Show in PA:
$\forall v_0\forall v_1 (v_0<v_1\rightarrow \exists v_2\quad v_0+v_2=v_1)$
Hello,
I have a question to this task, because I do not know, how to proof this. I give the definition of PA:
PA is the theory consisting of: ($S$ is the successor-function, therefore $S(n)=n+1$)
- $Sx\neq 0$
- $Sx=Sy\rightarrow x=y$
- $x<Sy\leftrightarrow (x<y\vee x=y)$
- $\neg(x<0)$
- $x<y\vee x=y\vee y<x$
- $x+0=x$
- $x+Sy=S(x+y)$
- $x\cdot 0=0$
- $x\cdot Sy=x\cdot y+x$
(The theory containing 1-9, is called $Q$, the Robinson Arithmetic)

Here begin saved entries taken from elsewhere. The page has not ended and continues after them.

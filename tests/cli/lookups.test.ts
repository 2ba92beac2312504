import { copyFileSync, existsSync, readFileSync, writeFileSync } from 'node:fs';
import { join } from 'node:path';
import Database from 'better-sqlite3';
import { parse } from 'csv-parse/sync';
import { beforeAll, beforeEach, describe, expect, it } from 'vitest';
import { requireBuilt, ROOT } from '../support/built.js';
import { makeWorkplace, type Ran, type Workplace } from '../support/railfit.js';

const PROBE = 'soil-moisture-probe.yaml';
let place: Workplace;
const demo = (): string => join(place.folder, 'demo.sqlite');
const read = (file: string): string => readFileSync(join(place.folder, file), 'utf8');

beforeAll(async () => {
  requireBuilt();
  place = makeWorkplace();
  copyFileSync(join(ROOT, 'catalog', 'demo-approved.csv'), join(place.folder, 'list.csv'));
  expect((await place.run(['import', 'list.csv', '--catalog', 'demo.sqlite'])).exit).toBe(0);
  expect((await place.run(['shortlist', PROBE, '--lookups', '-o', 'sheet.csv', '--catalog', 'demo.sqlite'])).exit).toBe(0);
  return () => { place.remove(); };
}, 120_000);
beforeEach(() => { copyFileSync(demo(), place.catalog); });

const rowsOf = (file: string): string[][] => parse(read(file));

/** The sheet with these cells filled: `ID/header` → cell. */
function fill(file: string, cells: Readonly<Record<string, string>>, change: (rows: string[][]) => string[][] = (rows) => rows): void {
  const rows = rowsOf('sheet.csv');
  const [header = []] = rows;
  for (const [key, cell] of Object.entries(cells)) {
    const [id, name = ''] = key.split('/', 1).concat(key.slice(key.indexOf('/') + 1));
    const row = rows.find(([first]) => first === id);
    const at = header.indexOf(name);
    if (row === undefined || at < 0) throw new Error(`no cell ${key}`);
    row[at] = cell;
  }
  writeFileSync(join(place.folder, file), `${change(rows).map((row) => row.map((cell) => (/[",]/u.test(cell) ? `"${cell.replaceAll('"', '""')}"` : cell)).join(',')).join('\r\n')}\r\n`);
}

const DRIFT = 'GH-AMP-05/offset drift max (µV/K)';
const patch = (file: string, ...more: readonly string[]): Promise<Ran> => place.run(['import', file, '--patch', ...more]);

interface Problems {
  readonly outcome: string;
  readonly patch?: object;
  readonly problems: readonly { code: string; row?: number; column?: string; reason: string; fix?: string }[];
  readonly difference?: { changes: readonly { part: string; field: string; was: string | null; now: string | null; cell: string; at: string }[] };
}
const documentOf = ({ stdout }: Ran): Problems => JSON.parse(stdout) as Problems;

describe('railfit shortlist --lookups', () => {
  it('says what to look up, in which cell, and what it must be', async () => {
    const { stdout, exit } = await place.run(['shortlist', PROBE, '--lookups']);
    expect(exit).toBe(0);
    expect(stdout).toMatch(/^Look up these 5 figures in 4 datasheets and 4 undecided parts are settled; the first could rank 2\./u);
    expect(stdout).toMatch(/offset drift maximum: 68\.3 µV\/°C or less \(DC error\)\n\s+list\.csv row 6, AT \(cell is empty\)/u);
    expect(stdout).toContain('a new column "output resistance typ (Ω)"');
    expect(stdout).toMatch(/Apart from these, to confirm before release/u);
  });

  it('stands in one sentence at the end of a shortlist, with the command', async () => {
    const { stdout } = await place.run(['shortlist', PROBE]);
    expect(stdout).toContain('Look up these 5 figures in 4 datasheets and 4 undecided parts are settled; the first could rank 2.');
    expect(stdout).toContain(`railfit shortlist ${PROBE} --lookups`);
  });

  it('writes a sheet with a question mark in every cell to fill, and never over another file', async () => {
    const [header = [], ...rows] = rowsOf('sheet.csv');
    expect(header.slice(0, 2)).toEqual(['id', 'look up']);
    expect(rows.map(([id]) => id).sort()).toEqual(['GH-AMP-05', 'GH-AMP-18', 'GH-AMP-19', 'GH-AMP-20']);
    expect(rows.flatMap((row) => row.slice(2)).filter((cell) => cell === '?')).toHaveLength(5);
    const before = read('sheet.csv');
    expect(await place.run(['shortlist', PROBE, '--lookups', '-o', 'sheet.csv'])).toMatchObject({ exit: 2, stdout: '' });
    expect(read('sheet.csv')).toBe(before);
    expect((await place.run(['shortlist', PROBE, '--lookups', '-o', 'sheet.csv', '--force'])).exit).toBe(0);
    expect(read('sheet.csv')).toBe(before);
  });

  it('writes nothing where there is nothing to look up', async () => {
    expect((await place.run(['shortlist', PROBE, '--lookups', '-o', 'none.csv', '--set', 'limits.supplyCurrent=1 µA'])).stdout).toMatch(/^Nothing to look up/u);
    expect(existsSync(join(place.folder, 'none.csv'))).toBe(false);
  });

  it.each([[['-o', 'x.csv'], '-o belongs to --lookups'], [['--lookups', '--csv'], '--lookups and --csv'], [['--lookups', '-o', 'nowhere/x.csv'], 'there is no folder nowhere']])('refuses %j', async (words, said) => {
    const { exit, stderr } = await place.run(['shortlist', PROBE, ...words]);
    expect([2, 5]).toContain(exit);
    expect(stderr).toContain(said);
  });
});

describe('an assumption that is printed', () => {
  it('pastes back and decides', async () => {
    const { stdout, exit } = await place.run(['explain', 'GH-AMP-05', PROBE]);
    expect(exit).toBe(4);
    const wish = /--assume (\S+)/u.exec(stdout)?.[1] ?? '';
    expect(wish).toBe('GH-AMP-05.offsetDrift=68.32uV/C');
    expect(stdout).toMatch(/If it is so, GH-AMP-05 would rank 3 of 10/u);
    expect((await place.run(['explain', 'GH-AMP-05', PROBE, '--assume', wish])).exit).toBe(0);
    expect((await place.run(['explain', 'GH-AMP-05', PROBE, '--assume', 'GH-AMP-05.offsetDrift=69uV/C'])).exit).toBe(4);
  });

  it('names one end of a range, and leaves the other alone', async () => {
    const { stdout } = await place.run(['explain', 'GH-AMP-20', PROBE]);
    const wish = /--assume (\S+)/u.exec(stdout)?.[1] ?? '';
    expect(wish).toMatch(/^GH-AMP-20\.temperature\.min=/u);
    expect((await place.run(['explain', 'GH-AMP-20', PROBE, '--assume', wish])).exit).toBe(0);
    expect((await place.run(['explain', 'GH-AMP-20', PROBE, '--assume', 'GH-AMP-20.slewRate.min=1 V/µs'])).stderr).toContain('has one limit');
  });

  it('is not offered for cells of a generic set, which has no datasheet', async () => {
    const { stdout } = await place.run(['explain', 'GX-NANO', PROBE, '--set', 'limits.distortion=-70 dB']);
    expect(stdout).not.toMatch(/GX-NANO .*row/u);
  });
});

describe('railfit import --patch', () => {
  it('changes the filled cells and nothing else, with the cell of the sheet as origin, and can be taken back', async () => {
    const before = (await place.run(['parts', '--csv'])).stdout;
    fill('filled.csv', { [DRIFT]: '5' });
    const dry = documentOf(await patch('filled.csv', '--dry-run', '--json'));
    expect(dry).toMatchObject({ outcome: 'dry-run', patch: { cells: 1, parts: 1, list: 'list.csv' } });
    expect((await place.run(['parts', '--csv'])).stdout).toBe(before);
    const ran = await patch('filled.csv', '--json');
    expect(ran.exit).toBe(0);
    expect(documentOf(ran).difference?.changes).toEqual([{ part: 'GH-AMP-05', field: 'offset drift max (µV/K)', was: null, now: '5', cell: 'D4', at: 'filled.csv#cell=4,4' }]);
    const changed = rowsTold((await place.run(['parts', '--csv'])).stdout);
    for (const [id, row] of rowsTold(before)) for (const [header, cell] of row) expect(changed.get(id)?.get(header), `${id} ${header}`).toBe(id === 'GH-AMP-05' && header === 'offset drift max (µV/K)' ? '5' : cell);
    expect((await place.run(['part', 'GH-AMP-05', '--sources'])).stdout).toMatch(/offset drift[^]*from filled\.csv \(sha256 [0-9a-f]{8}\) line 4, row 4, column D, offset drift max \(µV\/K\) = "5"/u);
    expect((await place.run(['part', 'GH-AMP-05', '--sources'])).stdout).toMatch(/from list\.csv/u);
    expect((await place.run(['explain', 'GH-AMP-05', PROBE])).exit).toBe(0);
    expect(documentOf(await patch('filled.csv', '--json')).outcome).toBe('no-change');
    expect((await place.run(['import', '--undo'])).exit).toBe(0);
    expect((await place.run(['parts', '--csv'])).stdout).toBe(before);
    expect((await place.run(['explain', 'GH-AMP-05', PROBE])).exit).toBe(4);
  });

  it('adds a second sheet to the first, and keeps both origins in the tables', async () => {
    fill('one.csv', { [DRIFT]: '5' });
    fill('two.csv', { 'GH-AMP-05/common mode rejection min (dB)': '?', 'GH-AMP-20/temperature min (°C)': '-40' });
    expect((await patch('one.csv')).exit).toBe(0);
    expect((await patch('two.csv')).exit).toBe(0);
    const database = new Database(place.catalog, { readonly: true });
    const kept = database.prepare('select part_id, patched from record where patched is not null and import_id = (select max(id) from list_import where undone = 0) order by part_id').all() as { part_id: string; patched: string }[];
    database.close();
    expect(kept.map(({ part_id, patched }) => [part_id, Object.entries(JSON.parse(patched) as Record<string, { file: string }>).map(([slot, { file }]) => [slot, file])])).toEqual([
      ['GH-AMP-05', [['offsetDrift.max', 'one.csv']]],
      ['GH-AMP-20', [['temperature.min', 'two.csv']]],
    ]);
  });

  it.each<[string, string, RegExp, () => void]>([
    ['an id the list does not have', 'I801', /GH-AMP-55 is no part of the list in force \(list\.csv\)/u, () => { fill('bad.csv', { [DRIFT]: '5' }, (rows) => rows.map((row) => row.map((cell) => (cell === 'GH-AMP-05' ? 'GH-AMP-55' : cell)))); }],
    ['nothing filled', 'I802', /no cell of the sheet is filled/u, () => { fill('bad.csv', {}); }],
    ['no rows', 'I802', /no part: nothing is filled/u, () => { fill('bad.csv', {}, (rows) => rows.slice(0, 1)); }],
    ['a figure the list has, otherwise', 'I803', /the list already says common mode rejection min \(dB\) = "\d+" \(list\.csv [A-Z]+6\)/u, () => { fill('bad.csv', { 'GH-AMP-05/common mode rejection min (dB)': '60' }); }],
    ['a header that says nothing', 'I804', /"offset drfit max \(µV\/K\)", and 1 filled cell of it would be lost/u, () => { fill('bad.csv', { [DRIFT]: '5' }, ([header = [], ...rows]) => [header.map((cell) => cell.replace('drift', 'drfit')), ...rows]); }],
    ['a cell that is no figure', 'Q013', /./u, () => { fill('bad.csv', { [DRIFT]: '~5' }); }],
    ['a limit below the typical of the list', 'I512', /gain bandwidth: min 900 MHz \(C2\) is above typ/u, () => { fill('bad.csv', { 'GH-AMP-18/gain bandwidth min (MHz)': '900' }); }],
  ])('refuses %s: %s, and writes nothing', async (_, code, said, make) => {
    make();
    const before = (await place.run(['parts', '--csv'])).stdout;
    const ran = await patch('bad.csv', '--json');
    expect(ran.exit).toBe(3);
    const { outcome, problems } = documentOf(ran);
    expect(outcome).toBe('refused');
    expect(problems.map((one) => one.code)).toContain(code);
    expect(problems.find((one) => one.code === code)?.reason).toMatch(said);
    expect((await place.run(['parts', '--csv'])).stdout).toBe(before);
  });

  it('refuses a sheet given as a list, with the command to paste, and a sheet without a list', async () => {
    fill('filled.csv', { [DRIFT]: '5' });
    const asList = await place.run(['import', 'filled.csv']);
    expect(asList).toMatchObject({ exit: 3 });
    expect(asList.stderr).toMatch(/error\[I805\][^]*fix: railfit import filled\.csv --patch/u);
    const alone = await patch('filled.csv', '--catalog', 'empty.sqlite');
    expect(alone.exit).toBe(3);
    expect(alone.stderr).toContain('error[I806]');
  });
});

/** Canonical CSV as id → header → cell. */
function rowsTold(text: string): Map<string, Map<string, string>> {
  const [header = [], ...rows] = parse(text);
  return new Map(rows.map((row) => [row[0] ?? '', new Map(header.map((name, at) => [name, row[at] ?? '']))]));
}
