import { describe, expect, it } from 'vitest';
import { topologyBlocks } from '../../src/cli/topology-page.js';
import { TOPOLOGY_WORDS } from '../../src/cli/topology-words.js';

const text = (word: string): string => JSON.stringify(topologyBlocks(word));

describe('help TOPOLOGY', () => {
  it.each(Object.keys(TOPOLOGY_WORDS))('%s: what it does, what its draft asks, and how to start', (topology) => {
    const page = text(topology);
    expect(page).toContain(`${topology}: `);
    expect(page).toContain(`railfit draft ${topology} -o stage.yaml`);
    expect(page).toMatch(/\["supply-low","[^"]+"\]/u);
  });

  it('lists the fields of its own and no others', () => {
    expect(text('transimpedance')).toContain('photodiode.capacitance');
    expect(text('transimpedance')).not.toContain('oscillator.frequency');
    expect(text('follower')).not.toContain('Its own fields');
  });

  it('is no page for another word', () => expect(topologyBlocks('comparator')).toBeNull());
});
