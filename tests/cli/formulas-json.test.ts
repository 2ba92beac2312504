import { describe, expect, it } from 'vitest';
import { DOCUMENTS } from '../../src/presentation/schemas/index.js';
import { withWorkplace } from '../support/railfit.js';

const PROBE = 'soil-moisture-probe.yaml';

const workplace = withWorkplace(['import', 'approved.csv']);

describe('explain --formulas --json', () => {
  it('carries relation, numbers and source of the checks, as the text does; without the option nothing of it', async () => {
    const words = ['explain', 'HOUSE-01', PROBE];
    const { stdout } = await workplace().run([...words, '--formulas', '--json']);
    const document = JSON.parse(stdout) as { formulas: { check: string; relation: string; numbers: string | null; source: string }[]; verdicts: { check: string }[] };
    expect(DOCUMENTS.explanation.safeParse(document).error?.issues ?? []).toEqual([]);
    const text = (await workplace().run([...words, '--formulas'])).stdout.replace(/\s+/gu, ' ');
    expect(document.formulas.length).toBeGreaterThan(10);
    for (const { check, relation, numbers, source } of document.formulas) {
      expect(document.verdicts.map((verdict) => verdict.check)).toContain(check);
      for (const told of [relation, numbers ?? relation, source]) expect(text).toContain(told);
    }
    expect((await workplace().run([...words, '--json'])).stdout).not.toContain('"formulas"');
  }, 60_000);
});
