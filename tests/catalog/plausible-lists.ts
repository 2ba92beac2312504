import type { GuardName } from '../../src/catalog/index.js';
import type { ReadList } from '../../src/intake/list.js';
import { readList } from '../../src/intake/read-list.js';
import { writeList } from '../../src/intake/write-list.js';
import type { Part } from '../../src/parts/part.js';
import { plausibleParts } from '../bench/plausible-part.js';
import { dice } from '../simulate/random.js';

/** Every guard let pass: these lists change what they like. */
export const ANY = { accept: new Set<GuardName>(['removed', 'scaled', 'lifecycle', 'older']) };

export function plausible(seed: number, count: number): Part[] {
  const parts = plausibleParts(dice(seed, 0));
  return Array.from({ length: count }, () => parts.next().value as Part);
}

/** The parts as a list somebody sends. */
export function listOf(parts: readonly Part[], file: string): ReadList {
  const read = readList(new TextEncoder().encode(writeList(parts, { raw: true })), { file, tier: 'approved' });
  if (!read.ok) throw new Error(read.problems.map(({ message }) => message).join('\n'));
  return read;
}

/** The next list of the same team: the first `kept` as they were, up to `changed` with the figures of another, the others gone, and those beyond `fresh` new. */
export function nextList(first: readonly Part[], others: readonly Part[], { kept, changed, fresh }: { readonly kept: number; readonly changed: number; readonly fresh: number }): Part[] {
  return [
    ...first.slice(0, kept),
    ...first.slice(kept, changed).map((part, at) => ({ ...part, figures: others[at]!.figures })),
    ...others.slice(fresh).map((part) => ({ ...part, id: `NEW-${part.id}` })),
  ];
}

- If $\varphi$ is a formula ($v$ is free variable in $\varphi$), then PA contains:
$$(\varphi_0^v\wedge \forall v(\varphi\to \varphi^v_{sv}))\to\forall v \varphi$$
Now I tried to proof this, just using these 10 axioms. I think we have to use 10. at some point for sure, otherwise we could proof this in $Q$.
How can I start, when I do such proofs? I started like this:
$v_0\rightarrow v_1$ with 3.
$v_0\rightarrow v_1\rightarrow v_0<S(v_1)$
Intuitively I could use 3. $n$-times until I get to the point, where $v_1=S^n(v_2)$. But there are some problems with that. The first is, that 3. does not help me to decide the equality, furthermore it does not give me the concrete existence of such a $v_2$, which holds $v_0+v_2=v_1$.
Thanks in advance for any tips and hints.